**Problem to solve**
Pick out every line of the entries below where "describe" occurs, and copy those lines.
--- START ---
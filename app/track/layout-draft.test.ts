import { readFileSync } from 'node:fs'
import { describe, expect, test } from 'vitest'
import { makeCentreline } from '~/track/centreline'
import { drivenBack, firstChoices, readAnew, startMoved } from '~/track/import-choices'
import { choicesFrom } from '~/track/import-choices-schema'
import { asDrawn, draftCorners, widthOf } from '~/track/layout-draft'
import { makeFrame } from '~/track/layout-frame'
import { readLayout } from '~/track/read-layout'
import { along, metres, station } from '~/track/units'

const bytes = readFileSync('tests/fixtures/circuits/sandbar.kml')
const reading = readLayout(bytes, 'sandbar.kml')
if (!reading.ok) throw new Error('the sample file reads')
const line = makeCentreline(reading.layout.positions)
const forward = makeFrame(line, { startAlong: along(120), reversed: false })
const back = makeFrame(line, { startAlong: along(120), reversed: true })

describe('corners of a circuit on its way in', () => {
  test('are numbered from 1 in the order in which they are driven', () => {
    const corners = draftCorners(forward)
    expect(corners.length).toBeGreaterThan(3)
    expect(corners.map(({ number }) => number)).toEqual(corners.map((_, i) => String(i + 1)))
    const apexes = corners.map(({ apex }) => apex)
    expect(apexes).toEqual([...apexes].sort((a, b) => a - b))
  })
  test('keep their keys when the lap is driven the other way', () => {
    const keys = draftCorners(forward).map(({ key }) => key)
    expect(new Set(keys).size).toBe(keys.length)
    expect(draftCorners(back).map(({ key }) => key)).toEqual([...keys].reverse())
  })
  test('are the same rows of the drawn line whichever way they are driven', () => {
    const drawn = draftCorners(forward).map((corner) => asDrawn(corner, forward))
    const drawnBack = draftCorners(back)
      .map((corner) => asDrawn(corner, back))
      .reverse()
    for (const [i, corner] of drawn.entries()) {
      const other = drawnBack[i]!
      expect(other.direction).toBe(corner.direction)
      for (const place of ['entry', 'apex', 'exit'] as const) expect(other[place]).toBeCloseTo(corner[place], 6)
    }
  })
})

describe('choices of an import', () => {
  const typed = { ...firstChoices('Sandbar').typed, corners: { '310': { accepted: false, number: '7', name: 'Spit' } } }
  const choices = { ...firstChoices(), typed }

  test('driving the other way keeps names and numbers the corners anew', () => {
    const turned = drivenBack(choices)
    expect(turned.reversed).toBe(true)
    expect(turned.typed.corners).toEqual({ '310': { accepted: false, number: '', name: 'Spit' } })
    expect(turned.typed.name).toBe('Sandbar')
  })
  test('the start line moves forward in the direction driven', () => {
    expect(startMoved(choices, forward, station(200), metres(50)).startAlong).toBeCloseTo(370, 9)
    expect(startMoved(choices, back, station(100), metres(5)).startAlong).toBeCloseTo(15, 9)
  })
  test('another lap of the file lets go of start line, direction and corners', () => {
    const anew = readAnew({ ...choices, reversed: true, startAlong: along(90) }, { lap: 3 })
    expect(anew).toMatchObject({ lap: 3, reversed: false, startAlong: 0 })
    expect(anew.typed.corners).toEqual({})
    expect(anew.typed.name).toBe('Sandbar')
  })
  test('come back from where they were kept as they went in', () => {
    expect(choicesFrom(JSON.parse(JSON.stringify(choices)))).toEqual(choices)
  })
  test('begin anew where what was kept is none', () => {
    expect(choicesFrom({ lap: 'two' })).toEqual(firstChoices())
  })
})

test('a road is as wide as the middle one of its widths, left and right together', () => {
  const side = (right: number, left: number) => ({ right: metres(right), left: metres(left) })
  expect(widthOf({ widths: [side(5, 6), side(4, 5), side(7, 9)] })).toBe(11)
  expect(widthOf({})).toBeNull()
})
--- END ---
**Your solution**
import { describe, expect, test } from 'vitest'
describe('corners of a circuit on its way in', () => {
describe('choices of an import', () => {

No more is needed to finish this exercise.